Landing this on AWS specifically: the same shape maps to AWS WAF (tier 1) + a Lambda authorizer that validates the JWT and does a token-bucket check in DynamoDB before the request reaches your integration (tier 2). It works and it’s fully serverless — just know that API Gateway caches authorizer results, so you must set
authorizerResultTtlInSeconds = 0or the counter won’t increment on cached requests. The catch is it’s the most locked-in version: Lambda authorizer + DynamoDB don’t travel to another cloud. The Envoy/Kong + Redis version is the same architecture without the chain.

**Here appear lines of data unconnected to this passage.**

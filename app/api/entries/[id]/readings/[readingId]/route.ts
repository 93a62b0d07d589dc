import { deleteReading, saveReading } from '@/lib/entries/readings';
import { findToCount, ReadingParams } from '@/lib/entries/routes';
import { EntryView, ReadingBody } from '@/lib/entries/schema';
import { readingView } from '@/lib/entries/view';
import { Invalid } from '@/lib/errors/errors';
import { handler, json, nothing, route } from '@/lib/http/handler';

export const { GET, HEAD, POST, PUT, PATCH, DELETE, OPTIONS } = route({
  PUT: handler(
    {
      as: 'grower',
      summary: 'Add a reading to an entry, or replace it',
      params: ReadingParams,
      body: ReadingBody,
      output: EntryView.shape.readings.element,
      find: findToCount,
    },
    async ({ db, actor, params, subject, body, ifMatch }) => {
      if (body.id !== undefined && body.id !== params.readingId) {
        throw new Invalid([{ path: 'id', message: 'is not the one in the address; leave it out' }]);
      }
      const saved = await saveReading(db, actor, subject.row, params.readingId, body, ifMatch);
      return json(readingView(saved.reading, saved.cutDate), {
        status: saved.created ? 201 : 200,
        etag: saved.reading.revision,
      });
    },
  ),
  DELETE: handler(
    { as: 'grower', summary: 'Take a reading out of an entry', params: ReadingParams, find: findToCount },
    async ({ db, actor, params, subject, ifMatch, audit }) => {
      await deleteReading(db, actor, subject.row, params.readingId, ifMatch);
      await audit({
        action: 'reading.deleted',
        subject: { kind: 'entry', id: params.id },
        detail: { reading: params.readingId },
      });
      return nothing;
    },
  ),
});
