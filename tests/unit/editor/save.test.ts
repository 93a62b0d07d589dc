import { describe, expect, it } from 'vitest';
import { badgeOf } from '@/components/entry/editor/badge';
import { Saver } from '@/components/entry/editor/save';
import { transport } from '@/components/entry/editor/transport';
import type { EntryContent, Reading } from '@/lib/entries/schema';
import {
  content,
  cut,
  ENTRY,
  HandClock,
  OTHER_READING,
  reading,
  READING,
  settled,
  viewOf,
} from './factories';

interface Sent {
  readonly method: string;
  readonly ifMatch: string | null;
  readonly body: EntryContent | null;
  readonly keepalive: boolean;
  answer(response: Response): Promise<void>;
  fail(): Promise<void>;
}

const problem = (status: number, body: object = {}, headers: Record<string, string> = {}) =>
  new Response(JSON.stringify(body), { status, headers });
const stored = (what: EntryContent, revision: number, status = 200) =>
  new Response(JSON.stringify(viewOf(what, revision)), { status, headers: { etag: `"${revision}"` } });

/** An editor with a text in it, a server that answers when told, and a clock that is turned by hand. */
function bench({ revision = 3 as number | null, base = content({ title: 'Fig' }), device = true } = {}) {
  const requests: Sent[] = [];
  const fetcher = ((_path: string, init: RequestInit) =>
    new Promise<Response>((resolve, reject) => {
      requests.push({
        method: init.method ?? 'GET',
        ifMatch: new Headers(init.headers).get('if-match'),
        body: init.body ? (JSON.parse(String(init.body)) as EntryContent) : null,
        keepalive: init.keepalive ?? false,
        answer: (response) => (resolve(response), settled()),
        fail: () => (reject(new TypeError('no signal')), settled()),
      });
    })) as unknown as typeof fetch;
  const clock = new HandClock();
  const editor = { text: base, problems: [] as { path: string; message: string }[] };
  const kept: { copy: EntryContent | null; revision: number | null } = { copy: null, revision: null };
  const adopted: Reading[] = [];
  const saver = new Saver({
    id: ENTRY,
    revision,
    base,
    write: () => ({ content: editor.text, problems: editor.problems }),
    keep: (copy) => {
      kept.copy = copy?.content ?? null;
      kept.revision = copy?.revision ?? null;
      return device && copy !== null;
    },
    adopt: (readings) => {
      adopted.push(...readings);
      editor.text = { ...editor.text, readings: [...editor.text.readings, ...readings] };
    },
    transport: transport(fetcher),
    clock,
  });
  const type = (change: Partial<EntryContent>) => {
    editor.text = { ...editor.text, ...change };
    saver.touch();
  };
  const last = () => requests.at(-1) as Sent;
  return {
    saver,
    editor,
    kept,
    adopted,
    clock,
    requests,
    type,
    last,
    badge: () => badgeOf(saver.state()).text,
  };
}

describe('saving as it is typed', () => {
  it('keeps every letter on the device at once, and sends after a second of rest with the revision it knows', async () => {
    const { type, kept, clock, requests, last, badge, saver } = bench();
    type({ title: 'Fig b' });
    type({ title: 'Fig by' });
    expect(kept.copy?.title).toBe('Fig by');
    expect(badge()).toBe('Safe on this device.');
    await clock.pass(999);
    expect(requests).toHaveLength(0);
    await clock.pass(1);
    expect(badge()).toBe('Saving…');
    expect(last()).toMatchObject({ method: 'PUT', ifMatch: '"3"', body: { title: 'Fig by' } });
    await last().answer(stored(content({ title: 'Fig by' }), 4));
    expect(badge()).toBe('All saved.');
    expect(saver.state().revision).toBe(4);
    expect(kept.copy).toBeNull();
  });

  it('sends nothing where nothing changed', async () => {
    const { saver, clock, requests } = bench();
    saver.touch();
    await clock.pass(5000);
    expect(await saver.flush()).toBe(true);
    expect(requests).toHaveLength(0);
  });

  it('makes a new entry without a revision, and changes it with the one it was given', async () => {
    const { type, clock, last } = bench({ revision: null });
    type({ title: 'New' });
    await clock.pass(1000);
    expect(last().ifMatch).toBeNull();
    await last().answer(stored(content({ title: 'New' }), 1, 201));
    type({ title: 'Newer' });
    await clock.pass(1000);
    expect(last().ifMatch).toBe('"1"');
  });

  it('has one request under way, and the latest text wins', async () => {
    const { type, clock, requests, last, saver } = bench();
    type({ title: 'a' });
    await clock.pass(1000);
    type({ title: 'b' });
    type({ title: 'c' });
    await clock.pass(1000);
    expect(requests).toHaveLength(1);
    await last().answer(stored(content({ title: 'a' }), 4));
    expect(requests).toHaveLength(2);
    expect(last()).toMatchObject({ ifMatch: '"4"', body: { title: 'c' } });
    await last().answer(stored(content({ title: 'c' }), 5));
    expect(requests).toHaveLength(2);
    expect(saver.state().phase).toBe('saved');
  });

  it('on leaving, sends at once a request that may outlive the page, if it is small enough for that', async () => {
    const { type, saver, last } = bench();
    type({ title: 'a' });
    void saver.flush({ keepalive: true });
    expect(last().keepalive).toBe(true);
    await last().answer(stored(content({ title: 'a' }), 4));
    type({
      doc: {
        type: 'doc',
        content: [{ type: 'paragraph', content: [{ type: 'text', text: 'x'.repeat(70_000) }] }],
      },
    });
    void saver.flush({ keepalive: true });
    expect(last().keepalive).toBe(false);
  });
});

describe('a signal that comes and goes', () => {
  it('tries again at growing pauses, and says where the text is meanwhile', async () => {
    const { type, clock, last, badge, requests } = bench();
    type({ title: 'a' });
    await clock.pass(1000);
    const pauses: number[] = [];
    for (let attempt = 0; attempt < 7; attempt += 1) {
      if (attempt % 2 === 0) await last().fail();
      else await last().answer(problem(503));
      expect(badge()).toBe('Safe on this device. Going up when there is a signal.');
      pauses.push(clock.pending()[0] ?? 0);
      await clock.pass(clock.pending()[0] ?? 0);
    }
    expect(pauses).toEqual([2000, 4000, 8000, 16_000, 32_000, 60_000, 60_000]);
    expect(requests).toHaveLength(8);
    await last().answer(stored(content({ title: 'a' }), 4));
    expect(badge()).toBe('All saved.');
  });

  it('typing meanwhile does not hammer the server, and the retry carries the latest', async () => {
    const { type, clock, last, requests, kept } = bench();
    type({ title: 'a' });
    await clock.pass(1000);
    await last().fail();
    type({ title: 'ab' });
    type({ title: 'abc' });
    expect(kept.copy?.title).toBe('abc');
    await clock.pass(1000);
    expect(requests).toHaveLength(1);
    await clock.pass(1000);
    expect(last().body?.title).toBe('abc');
  });

  it('waits as long as the server asks', async () => {
    const { type, clock, last } = bench();
    type({ title: 'a' });
    await clock.pass(1000);
    await last().answer(problem(429, {}, { 'retry-after': '30' }));
    expect(clock.pending()).toEqual([30_000]);
  });

  it('never calls safe what the device did not keep', async () => {
    const { type, clock, last, badge } = bench({ device: false });
    type({ title: 'a' });
    expect(badge()).toBe('Not saved yet.');
    await clock.pass(1000);
    await last().fail();
    expect(badge()).toMatch(/^Not saved yet: there is no signal/);
  });

  it.each(['a', 'ab'])(
    'an answer lost on the way back is no conflict: “%s” is stored because it was sent',
    async (arrived) => {
      const { type, clock, last, saver } = bench();
      type({ title: 'a' });
      await clock.pass(1000);
      await last().fail();
      type({ title: 'ab' });
      await clock.pass(2000);
      await last().answer(problem(412));
      expect(last().method).toBe('GET');
      await last().answer(stored(content({ title: arrived }), 5));
      if (arrived === 'a') {
        expect(last()).toMatchObject({ method: 'PUT', ifMatch: '"5"', body: { title: 'ab' } });
        await last().answer(stored(content({ title: 'ab' }), 6));
      }
      expect(saver.state()).toMatchObject({ phase: 'saved', revision: arrived === 'a' ? 6 : 5 });
    },
  );

  it('a new entry whose answer was lost is found again, not made twice', async () => {
    const { type, clock, last, saver } = bench({ revision: null });
    type({ title: 'a' });
    await clock.pass(1000);
    await last().fail();
    await clock.pass(2000);
    await last().answer(problem(428));
    await last().answer(stored(content({ title: 'a' }), 1));
    expect(saver.state()).toMatchObject({ phase: 'saved', revision: 1 });
  });
});

describe('an expired sign-in', () => {
  it('keeps all, says what to do, sends nothing by itself, and goes on when asked', async () => {
    const { type, clock, last, badge, kept, requests, saver } = bench();
    type({ title: 'a' });
    await clock.pass(1000);
    await last().answer(problem(401));
    expect(badge()).toMatch(/Safe on this device\. You are signed out: sign in again in another tab/);
    type({ title: 'ab' });
    expect(kept.copy?.title).toBe('ab');
    await clock.pass(60_000);
    expect(requests).toHaveLength(1);
    const done = saver.flush();
    await last().answer(stored(content({ title: 'ab' }), 4));
    expect(await done).toBe(true);
  });
});

describe('what the server refuses', () => {
  it('is named by field, a reading by its id, and goes up once it was changed', async () => {
    const text = { readings: [reading()], cut: cut({ branches: 4 }) };
    const { type, clock, last, saver, badge } = bench();
    type(text);
    await clock.pass(1000);
    await last().answer(
      problem(422, { detail: 'no', errors: [{ path: 'readings.0.date', message: 'lies in the future' }] }),
    );
    expect(saver.state().errors).toEqual([
      { path: `readings.${READING}.date`, message: 'lies in the future' },
    ]);
    expect(badge()).toMatch(/^Needs a look before it can be saved\. Safe on this device/);
    await clock.pass(60_000);
    expect(await Promise.resolve(saver.state().phase)).toBe('invalid');
    type({ title: 'mended' });
    await clock.pass(1000);
    await last().answer(stored(content({ title: 'mended', ...text }), 4));
    expect(saver.state()).toMatchObject({ phase: 'saved', errors: [] });
  });

  it('a field that cannot be read is not called saved, and stays on the device', async () => {
    const { editor, saver, clock, last, badge, kept } = bench();
    editor.problems = [{ path: 'cut.branches', message: 'Write a whole number.' }];
    editor.text = { ...editor.text, title: 'a' };
    saver.touch();
    await clock.pass(1000);
    await last().answer(stored(content({ title: 'a' }), 4));
    expect(badge()).toBe('All saved but 1 field that needs a look.');
    expect(kept.copy).not.toBeNull();
    expect(await saver.flush()).toBe(false);
  });
});

describe('two who changed the same entry', () => {
  const theirs = content({ title: 'Theirs' });

  async function conflict() {
    const set = bench();
    set.type({ title: 'Mine' });
    await set.clock.pass(1000);
    await set.last().answer(problem(412, { revision: 7 }));
    await set.last().answer(stored(theirs, 7));
    return set;
  }

  it('nothing is overwritten, nothing more is sent, and both versions are at hand', async () => {
    const { saver, kept, requests, clock, type } = await conflict();
    expect(saver.state()).toMatchObject({ phase: 'conflict', theirs: { title: 'Theirs', revision: 7 } });
    expect(kept.copy?.title).toBe('Mine');
    const before = requests.length;
    type({ title: 'Mine still' });
    await clock.pass(120_000);
    expect(await saver.flush()).toBe(false);
    expect(requests).toHaveLength(before);
    expect(kept.copy?.title).toBe('Mine still');
  });

  it('“keep mine” saves mine over the revision that was shown', async () => {
    const { saver, last } = await conflict();
    const done = saver.keepMine();
    expect(last()).toMatchObject({ method: 'PUT', ifMatch: '"7"', body: { title: 'Mine' } });
    await last().answer(stored(content({ title: 'Mine' }), 8));
    expect(await done).toBe(true);
  });

  it('“keep mine” asks again when it moved on meanwhile', async () => {
    const { saver, last } = await conflict();
    void saver.keepMine();
    await last().answer(problem(412));
    await last().answer(stored(content({ title: 'Theirs too' }), 9));
    expect(saver.state()).toMatchObject({ phase: 'conflict', theirs: { revision: 9 } });
  });

  it('“take theirs” gives the stored one to show, and sends nothing', async () => {
    const { saver, requests, kept, editor, clock } = await conflict();
    const before = requests.length;
    const view = saver.takeTheirs();
    expect(view?.title).toBe('Theirs');
    editor.text = theirs;
    saver.touch();
    await clock.pass(5000);
    expect(requests).toHaveLength(before);
    expect(kept.copy).toBeNull();
    expect(saver.state()).toMatchObject({ phase: 'saved', revision: 7 });
  });

  it('a reading that a helper added meanwhile joins what is being written, without a question', async () => {
    const { type, clock, last, adopted, saver } = bench();
    const added = reading({ id: OTHER_READING });
    type({ title: 'Mine' });
    await clock.pass(1000);
    await last().answer(problem(412));
    // A helper's reading stands in no document: the server keeps it beside the prose.
    await last().answer(stored(content({ title: 'Fig', readings: [added], doc: content().doc }), 4));
    expect(adopted).toEqual([added]);
    expect(last()).toMatchObject({
      method: 'PUT',
      ifMatch: '"4"',
      body: { title: 'Mine', readings: [{ id: OTHER_READING }] },
    });
    await last().answer(stored(content({ title: 'Mine', readings: [added] }), 5));
    expect(saver.state().phase).toBe('saved');
  });

  it('“keep mine” does not drop a reading that somebody else added', async () => {
    const { type, clock, last, saver } = bench();
    type({ title: 'Mine' });
    await clock.pass(1000);
    await last().answer(problem(412));
    await last().answer(stored(content({ title: 'Theirs', readings: [reading({ id: OTHER_READING })] }), 4));
    expect(saver.state().phase).toBe('conflict');
    void saver.keepMine();
    expect(last().body).toMatchObject({ title: 'Mine', readings: [{ id: OTHER_READING }] });
  });

  it('an entry deleted elsewhere is said to be, and can be made again', async () => {
    const { type, clock, last, saver, badge } = bench();
    type({ title: 'Mine' });
    await clock.pass(1000);
    await last().answer(problem(412));
    await last().answer(problem(404));
    expect(badge()).toMatch(/deleted elsewhere\. Safe on this device/);
    const done = saver.keepMine();
    expect(last()).toMatchObject({ method: 'PUT', ifMatch: null });
    await last().answer(stored(content({ title: 'Mine' }), 1, 201));
    expect(await done).toBe(true);
  });
});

The two tiers map straight onto AWS services: CloudFront + WAF shed per-IP floods at the edge, and the Lambda authorizer — keyed on the Cognito sub and backed by a DynamoDB token bucket — does the per-user limiting before a request ever reaches Fargate. Notice the authorizer scales per-request, so it absorbs a surge instead of your app fleet.
The portability map
The whole point is that switching clouds touches the right-hand column, never the architecture:
| Layer | Responsibility | Portable choice | The lock-in version |
|---|---|---|---|
| Edge | Per-IP, flood/DDoS, pre-auth | Cloudflare / Fastly | AWS WAF, Cloud Armor |
| Identity | Issue JWT with stable sub |
Keycloak / Zitadel (OIDC) | Cognito |
| Per-user gate | Limit on sub, in front of app |
Envoy / Kong (in k8s) | Lambda authorizer |
| Rate-limit state | Shared counters | Redis / Valkey | DynamoDB |
| Compute | Run the stack | Kubernetes | ECS/Fargate |
| Observability | Metrics on both tiers | OpenTelemetry | CloudWatch |
| Infra-as-code | Provision it all | Terraform/OpenTofu | CDK |
The trade-off, stated honestly
Portability is not free — you pay for it in operations. Managed WAF, Cognito, Lambda, and DynamoDB are close to zero-ops; Envoy, Redis, and Keycloak are yours to run, patch, and scale. For a three-person team that is a real cost, and “use the managed AWS version and abstract it behind Terraform modules” is a perfectly defensible choice if you don’t actually expect to move. What you should not do is bury cloud-specific assumptions in your request-handling logic, because that’s the thing that turns a cloud migration from a config change into a rewrite.
The way I think about it: the edge is the bouncer that keeps the stampede out, the gateway is the doorman who checks each guest’s pass, and the app is the host inside — free to focus on guests who actually made it in. Keep those three roles fixed and well-separated, let each one be played by whatever the current cloud offers, and you get a disproportionate amount of resilience and the freedom to move — for not much more than a couple of config files and the discipline to keep the layers honest.
And in a world where your “guests” are increasingly tireless automated agents rather than humans who pause to think, that doorman checking each pass is no longer a luxury. It’s the difference between an agent-driven feature that scales and one that wakes you up to a budget alert at 3am.